--- TASK MATERIAL Enclosed Below ---

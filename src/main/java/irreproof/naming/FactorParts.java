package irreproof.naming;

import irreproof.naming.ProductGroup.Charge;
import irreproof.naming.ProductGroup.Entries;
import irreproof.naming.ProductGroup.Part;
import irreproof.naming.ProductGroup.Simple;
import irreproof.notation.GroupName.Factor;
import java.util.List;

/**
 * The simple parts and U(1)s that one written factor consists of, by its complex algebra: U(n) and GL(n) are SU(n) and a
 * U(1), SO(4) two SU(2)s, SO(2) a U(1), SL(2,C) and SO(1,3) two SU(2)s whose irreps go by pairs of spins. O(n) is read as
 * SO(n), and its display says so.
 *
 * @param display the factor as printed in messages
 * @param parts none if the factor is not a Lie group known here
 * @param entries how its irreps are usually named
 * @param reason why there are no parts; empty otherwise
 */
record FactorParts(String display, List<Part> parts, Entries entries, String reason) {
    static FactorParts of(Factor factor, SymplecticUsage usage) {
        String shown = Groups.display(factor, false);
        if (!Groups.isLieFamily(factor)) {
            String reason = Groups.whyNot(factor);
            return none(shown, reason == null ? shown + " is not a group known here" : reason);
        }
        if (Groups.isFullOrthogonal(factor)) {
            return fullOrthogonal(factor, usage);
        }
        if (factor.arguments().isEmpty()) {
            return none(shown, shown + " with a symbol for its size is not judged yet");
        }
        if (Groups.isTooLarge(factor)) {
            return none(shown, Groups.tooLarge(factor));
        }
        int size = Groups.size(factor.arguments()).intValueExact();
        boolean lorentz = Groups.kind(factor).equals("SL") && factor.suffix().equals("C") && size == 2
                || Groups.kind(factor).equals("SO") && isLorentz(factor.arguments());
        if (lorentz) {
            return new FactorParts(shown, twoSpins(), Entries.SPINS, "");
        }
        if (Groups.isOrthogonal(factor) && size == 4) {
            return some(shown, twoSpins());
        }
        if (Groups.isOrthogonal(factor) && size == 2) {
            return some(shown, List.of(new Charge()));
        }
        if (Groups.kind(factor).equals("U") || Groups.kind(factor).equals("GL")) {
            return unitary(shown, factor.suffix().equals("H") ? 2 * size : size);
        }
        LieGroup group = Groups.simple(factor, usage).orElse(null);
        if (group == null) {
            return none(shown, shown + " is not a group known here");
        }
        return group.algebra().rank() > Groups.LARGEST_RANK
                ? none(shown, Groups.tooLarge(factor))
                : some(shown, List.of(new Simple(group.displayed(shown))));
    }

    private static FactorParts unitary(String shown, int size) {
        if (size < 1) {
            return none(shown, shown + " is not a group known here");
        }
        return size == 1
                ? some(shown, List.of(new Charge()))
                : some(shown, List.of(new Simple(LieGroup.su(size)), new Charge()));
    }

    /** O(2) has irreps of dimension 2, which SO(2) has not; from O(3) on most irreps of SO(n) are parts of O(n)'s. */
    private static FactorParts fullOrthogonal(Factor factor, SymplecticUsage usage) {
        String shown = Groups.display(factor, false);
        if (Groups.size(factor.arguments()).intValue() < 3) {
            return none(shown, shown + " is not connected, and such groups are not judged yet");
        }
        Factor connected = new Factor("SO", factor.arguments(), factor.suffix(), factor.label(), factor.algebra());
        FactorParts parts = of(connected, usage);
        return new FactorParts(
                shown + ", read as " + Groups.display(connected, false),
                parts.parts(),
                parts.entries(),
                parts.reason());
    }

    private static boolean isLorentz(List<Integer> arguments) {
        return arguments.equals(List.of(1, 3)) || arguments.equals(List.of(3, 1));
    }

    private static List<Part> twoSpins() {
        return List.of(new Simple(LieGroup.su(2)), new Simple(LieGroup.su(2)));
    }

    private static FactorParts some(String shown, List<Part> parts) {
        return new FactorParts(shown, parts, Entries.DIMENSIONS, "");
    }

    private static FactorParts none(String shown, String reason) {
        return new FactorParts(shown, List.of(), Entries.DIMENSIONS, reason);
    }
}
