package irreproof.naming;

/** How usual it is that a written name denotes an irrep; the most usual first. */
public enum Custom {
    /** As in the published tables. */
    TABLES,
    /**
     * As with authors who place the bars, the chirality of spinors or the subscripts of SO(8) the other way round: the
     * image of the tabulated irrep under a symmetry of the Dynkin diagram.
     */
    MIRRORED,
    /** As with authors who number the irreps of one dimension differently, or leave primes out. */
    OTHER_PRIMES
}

--- End of Enclosed TASK MATERIAL ---

**EXERCISE INSTRUCTIONS**. Line by line, repeat everything in the records verbatim.

**WRITTEN ANSWER**.
filename src/main/java/irreproof/naming/FactorParts.java
package irreproof.naming;

import irreproof.naming.ProductGroup.Charge;
import irreproof.naming.ProductGroup.Entries;
import irreproof.naming.ProductGroup.Part;
import irreproof.naming.ProductGroup.Simple;
import irreproof.notation.GroupName.Factor;
import java.util.List;

/**
 * The simple parts and U(1)s that one written factor consists of, by its complex algebra: U(n) and GL(n) are SU(n) and a
 * U(1), SO(4) two SU(2)s, SO(2) a U(1), SL(2,C) and SO(1,3) two SU(2)s whose irreps go by pairs of spins. O(n) is read as
 * SO(n), and its display says so.
 *
 * @param display the factor as printed in messages
 * @param parts none if the factor is not a Lie group known here
 * @param entries how its irreps are usually named
 * @param reason why there are no parts; empty otherwise
 */
record FactorParts(String display, List<Part> parts, Entries entries, String reason) {
    static FactorParts of(Factor factor, SymplecticUsage usage) {
        String shown = Groups.display(factor, false);
        if (!Groups.isLieFamily(factor)) {
            String reason = Groups.whyNot(factor);
            return none(shown, reason == null ? shown + " is not a group known here" : reason);
        }
        if (Groups.isFullOrthogonal(factor)) {
            return fullOrthogonal(factor, usage);
        }
        if (factor.arguments().isEmpty()) {
            return none(shown, shown + " with a symbol for its size is not judged yet");
        }
        if (Groups.isTooLarge(factor)) {
            return none(shown, Groups.tooLarge(factor));
        }
        int size = Groups.size(factor.arguments()).intValueExact();
        boolean lorentz = Groups.kind(factor).equals("SL") && factor.suffix().equals("C") && size == 2
                || Groups.kind(factor).equals("SO") && isLorentz(factor.arguments());
        if (lorentz) {
            return new FactorParts(shown, twoSpins(), Entries.SPINS, "");
        }
        if (Groups.isOrthogonal(factor) && size == 4) {
            return some(shown, twoSpins());
        }
        if (Groups.isOrthogonal(factor) && size == 2) {
            return some(shown, List.of(new Charge()));
        }
        if (Groups.kind(factor).equals("U") || Groups.kind(factor).equals("GL")) {
            return unitary(shown, factor.suffix().equals("H") ? 2 * size : size);
        }
        LieGroup group = Groups.simple(factor, usage).orElse(null);
        if (group == null) {
            return none(shown, shown + " is not a group known here");
        }
        return group.algebra().rank() > Groups.LARGEST_RANK
                ? none(shown, Groups.tooLarge(factor))
                : some(shown, List.of(new Simple(group.displayed(shown))));
    }

    private static FactorParts unitary(String shown, int size) {
        if (size < 1) {
            return none(shown, shown + " is not a group known here");
        }
        return size == 1
                ? some(shown, List.of(new Charge()))
                : some(shown, List.of(new Simple(LieGroup.su(size)), new Charge()));
    }

    /** O(2) has irreps of dimension 2, which SO(2) has not; from O(3) on most irreps of SO(n) are parts of O(n)'s. */
    private static FactorParts fullOrthogonal(Factor factor, SymplecticUsage usage) {
        String shown = Groups.display(factor, false);
        if (Groups.size(factor.arguments()).intValue() < 3) {
            return none(shown, shown + " is not connected, and such groups are not judged yet");
        }
        Factor connected = new Factor("SO", factor.arguments(), factor.suffix(), factor.label(), factor.algebra());
        FactorParts parts = of(connected, usage);
        return new FactorParts(
                shown + ", read as " + Groups.display(connected, false),
                parts.parts(),
                parts.entries(),
                parts.reason());
    }

    private static boolean isLorentz(List<Integer> arguments) {
        return arguments.equals(List.of(1, 3)) || arguments.equals(List.of(3, 1));
    }

    private static List<Part> twoSpins() {
        return List.of(new Simple(LieGroup.su(2)), new Simple(LieGroup.su(2)));
    }

    private static FactorParts some(String shown, List<Part> parts) {
        return new FactorParts(shown, parts, Entries.DIMENSIONS, "");
    }

    private static FactorParts none(String shown, String reason) {
        return new FactorParts(shown, List.of(), Entries.DIMENSIONS, reason);
    }
}
package irreproof.naming;

/** How usual it is that a written name denotes an irrep; the most usual first. */
public enum Custom {
    /** As in the published tables. */
    TABLES,
    /**
     * As with authors who place the bars, the chirality of spinors or the subscripts of SO(8) the other way round: the
     * image of the tabulated irrep under a symmetry of the Dynkin diagram.
     */
    MIRRORED,
    /** As with authors who number the irreps of one dimension differently, or leave primes out. */
    OTHER_PRIMES
}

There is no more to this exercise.